# Gobb the Corpulent Vampire



## dave the dead (Jan 31, 2007)

Here's a little piece I just finished up. He is about 5 inches tall.


----------



## tot13 (Jul 25, 2007)

What a very cool and interesting piece. Dave, you definitely have a style of your own. This guy looks like he would have been a prop in a movie studio. How on earth do you get that much detail and personality in a 5" prop?


----------



## jdubbya (Nov 6, 2005)

He has "moobs"!
I like the fez he's wearing. Nice touch!


----------



## Joiseygal (Sep 3, 2008)

jdubbya said:


> He has "moobs"!
> I like the fez he's wearing. Nice touch!

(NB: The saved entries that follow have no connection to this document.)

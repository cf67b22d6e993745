"""The traveler's page: frame, binding margin, title block at its foot, and how it is numbered."""

from dataclasses import dataclass
from io import BytesIO
from typing import Any

from reportlab.lib.pagesizes import A4, LETTER
from reportlab.lib.units import mm
from reportlab.pdfbase.pdfmetrics import stringWidth
from reportlab.pdfgen.canvas import Canvas
from reportlab.platypus import BaseDocTemplate, Flowable, Frame, PageTemplate
from reportlab.platypus.doctemplate import ActionFlowable

from reports.palette import PAPER
from reports.typeface import Weight, paper_font_name

__all__ = ["CONTENT_WIDTH", "EvenPage", "Foot", "NowAt", "build", "font"]

# A4 and Letter share one block: 180 mm wide, the binding margin at the left.
_BLOCK_WIDTH = 180.0
_BINDING = 20.0
_INSIDE = 4.0
_TITLE_HEIGHT = 16.0
CONTENT_WIDTH = (_BLOCK_WIDTH - 2.0 * _INSIDE) * mm
_SIZES = {"A4": A4, "Letter": LETTER}


def font(weight: Weight = Weight.REGULAR, *, condensed: bool = False) -> str:
    """Name a font of the one family, registered by its path."""
    return paper_font_name(weight=weight, condensed=condensed)


@dataclass(frozen=True)
class Foot:
    """What the title block says on every page."""

    rotor: str
    rotor_more: str
    job: str
    job_more: str
    head: str
    head_more: str
    title: str
    author: str


class NowAt(ActionFlowable):  # type: ignore[misc]
    """From here on the title block names this part of the document."""

    def __init__(self, what: str, more: str = "") -> None:
        super().__init__()
        self._what = (what, more)

    def apply(self, doc: "_Document") -> None:
        """Tell the document; reportlab calls this when it comes to it."""
        doc.now_at = self._what


class EvenPage(Flowable):  # type: ignore[misc]
    """Stands at the top of a page and fills it if its number is odd.

    What follows begins on an even page, so that its two pages lie open side by side.
    """

    def wrap(self, available_width: float, available_height: float) -> tuple[float, float]:
        """Take the whole page, or nothing."""
        self._is_odd = self.canv.getPageNumber() % 2 == 1
        return (available_width, available_height if self._is_odd else 0.0)

    def draw(self) -> None:
        """Say why the page is empty; an unexplained one looks like one that was taken out."""
        if self._is_odd:
            self.canv.setFont(font(condensed=True), 7)
            self.canv.setFillColor(PAPER.ink2)
            self.canv.drawString(
                0, 4, "This page is empty, so that each step opens on two pages side by side."
            )


class _Document(BaseDocTemplate):  # type: ignore[misc]
    """A document of one page shape, whose number of pages is known on its second run."""

    def __init__(self, target: BytesIO, foot: Foot, size: str, pages: int | None) -> None:
        width, height = _SIZES[size]
        super().__init__(
            target,
            pagesize=(width, height),
            title=foot.title,
            author=foot.author,
            subject="Build and runout traveler",
            creator="Third Journal",
            invariant=1,
            lang="en",
            initialFontName=font(),
        )
        self.foot = foot
        self.pages = pages
        self.now_at = ("", "")
        self._margin = 10.0 * mm
        self._left = _BINDING * mm
        body = Frame(
            self._left + _INSIDE * mm,
            self._margin + (_TITLE_HEIGHT + _INSIDE) * mm,
            CONTENT_WIDTH,
            height - 2.0 * self._margin - (_TITLE_HEIGHT + 2.0 * _INSIDE) * mm,
            leftPadding=0,
            rightPadding=0,
            topPadding=0,
            bottomPadding=0,
            id="body",
        )
        self.addPageTemplates([PageTemplate(id="page", frames=[body], onPageEnd=self._furnish)])

    def _furnish(self, canvas: Canvas, doc: "_Document") -> None:
        width = _BLOCK_WIDTH * mm
        height = self.pagesize[1] - 2.0 * self._margin
        canvas.saveState()
        canvas.setStrokeColor(PAPER.ink)
        canvas.setLineWidth(0.5 * mm)
        canvas.rect(self._left, self._margin, width, height)
        canvas.line(
            self._left,
            self._margin + _TITLE_HEIGHT * mm,
            self._left + width,
            self._margin + _TITLE_HEIGHT * mm,
        )
        canvas.setLineWidth(0.25 * mm)
        of = "" if self.pages is None else f" of {self.pages}"
        cells = (
            (42.0, "rotor", doc.foot.rotor, doc.foot.rotor_more),
            (34.0, "job", doc.foot.job, doc.foot.job_more),
            (42.0, "part", *doc.now_at),
            (40.0, "record head", doc.foot.head, doc.foot.head_more),
            (22.0, "page", f"{canvas.getPageNumber()}{of}", ""),
        )
        left = self._left
        for wide, name, main, more in cells:
            if left > self._left:
                canvas.line(left, self._margin, left, self._margin + _TITLE_HEIGHT * mm)
            self._cell(canvas, left + 2.0 * mm, (wide - 4.0) * mm, (name, main, more))
            left += wide * mm
        canvas.restoreState()

    def _cell(self, canvas: Canvas, left: float, room: float, words: tuple[str, str, str]) -> None:
        name, main, more = words
        rows = (
            (11.3, font(condensed=True), 6.5, PAPER.ink2, name),
            (6.6, font(Weight.SEMI_BOLD), 8.5, PAPER.ink, main),
            (2.2, font(condensed=True), 7.0, PAPER.ink2, more),
        )
        for up, face, size, colour, text in rows:
            canvas.setFillColor(colour)
            fitted = size
            # A long name is set smaller down to 6 pt, then cut with a mark that it was.
            while fitted > 6.0 and stringWidth(text, face, fitted) > room:
                fitted -= 0.25
            while text and stringWidth(text, face, fitted) > room:
                text = text[:-2].rstrip() + "…"
            canvas.setFont(face, fitted)
            canvas.drawString(left, self._margin + up * mm, text)


def build(story: Any, foot: Foot, *, size: str = "A4") -> bytes:  # noqa: ANN401
    """Set a story twice: once to count its pages, once to number them; equal input, equal bytes.

    `story` is a function that makes the flowables anew, since setting uses them up.
    """
    counted = _Document(BytesIO(), foot, size, None)
    counted.build(story())
    pages = counted.page
    target = BytesIO()
    _Document(target, foot, size, pages).build(story())
    return target.getvalue()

He has bigger boobs than me!  Really nice job on this piece. You really do have a style of your own and it is very unique. I'm sure people take a long time to go through your haunt because you really have to study your props to get the full effect with all the details. Great job again!


----------



## Joiseygal (Sep 3, 2008)

Sorry posted twice because I had to edit my incorrect spelling. I guess I hit post instead of edit.


----------



## dubbax3 (Jan 22, 2008)

Dave I love this guy. His wings really are outstanding!


----------



## fick209 (Aug 31, 2009)

Wow, all that detail in 5 little inches! The wings are fantastic. Love the stogie:smoking:


----------



## RoxyBlue (Oct 6, 2008)

The fez and cigar just make this piece - he's like a Shriner gone bad


----------



## Frighteners Entertainment (Jan 24, 2006)

pretty cool ...again!


----------



## Mr_Chicken (Nov 26, 2008)

I love it Dave! So expressive!
what's the medium?


----------



## dave the dead (Jan 31, 2007)

Mr_Chicken said:


> I love it Dave! So expressive!
> what's the medium?


medium??? no, gobb is an extra large....lol.

( paperclay)


----------



## Dark Angel 27 (Sep 11, 2008)

lol...nice


----------



## Phil (Sep 2, 2007)

You always achieve a pose perfect for your creatures. Gobb has fun sadness with a flair!


----------



## Spooklights (Jul 4, 2006)

I love his wings, and that fez is a hoot!


----------



## Devils Chariot (May 23, 2007)

Very cool Dave, I, like everyone else, love the fez!


----------



## fritz42_male (May 5, 2009)

Sydney Greenstreet to a 'T' - perfect!


----------



## HauntCast (Jul 25, 2008)

If Jaba the Hut impregnated a vampire that had just snacked on a Shriner and they had a baby this would be it. 
You never disappoint.


----------



## morbidmike (Sep 11, 2009)

absolutely love it very cool Dave!!!!


----------



## dave the dead (Jan 31, 2007)

Thanks everyone! He was alot of fun to sculpt...I have never created a large-boned creature before and this was quite a challenge.


----------



## The Archivist (May 31, 2009)

I love the expression on its face. I can only imagine the backstory and life of this little guy.


----------



## Tyler (Jul 17, 2008)

Awesome dave, super cool! Love the expression on his face.


----------



## hpropman (Jul 27, 2008)

Nice work love the expression and fez hat also


----------



## Bethene (Jan 19, 2008)

very cool, Davem love the wings, they look great, and the Fez and cigar, awesome!


----------



## debbie5 (Mar 2, 2007)

Does he have a butt crack?? No- really..I think your creatures having a butt is hilarious...(do tell! Inquiring minds want to know!)


----------



## IMU (Apr 8, 2009)

Another great piece Dave!


----------



## dave the dead (Jan 31, 2007)

debbie5 said:


> Does he have a butt crack?? No- really..I think your creatures having a butt is hilarious...(do tell! Inquiring minds want to know!)


Butt of course...


----------



## RoxyBlue (Oct 6, 2008)

Okay, I SO did not need to see THAT!:googly:


----------



## pyro (Oct 7, 2006)

oooooooooooo what a crepy little guy--i like it


----------



## Dead Center (Sep 7, 2009)

That's very cool and I also like the Fez, the butt crack not so much. Butt a very nice job on it.


----------



## beelce (Jul 21, 2007)

Great stuff Dave....


----------



## smileyface4u23 (Apr 1, 2008)

Once again - awesome job!!!


----------



## Lady Nyxie (Aug 30, 2006)

He's cute. I like him.



RoxyBlue said:


> The fez and cigar just make this piece - he's like a Shriner gone bad


Is this like that movie Gremlins... whatever you do... don't get the Shriner wet...


----------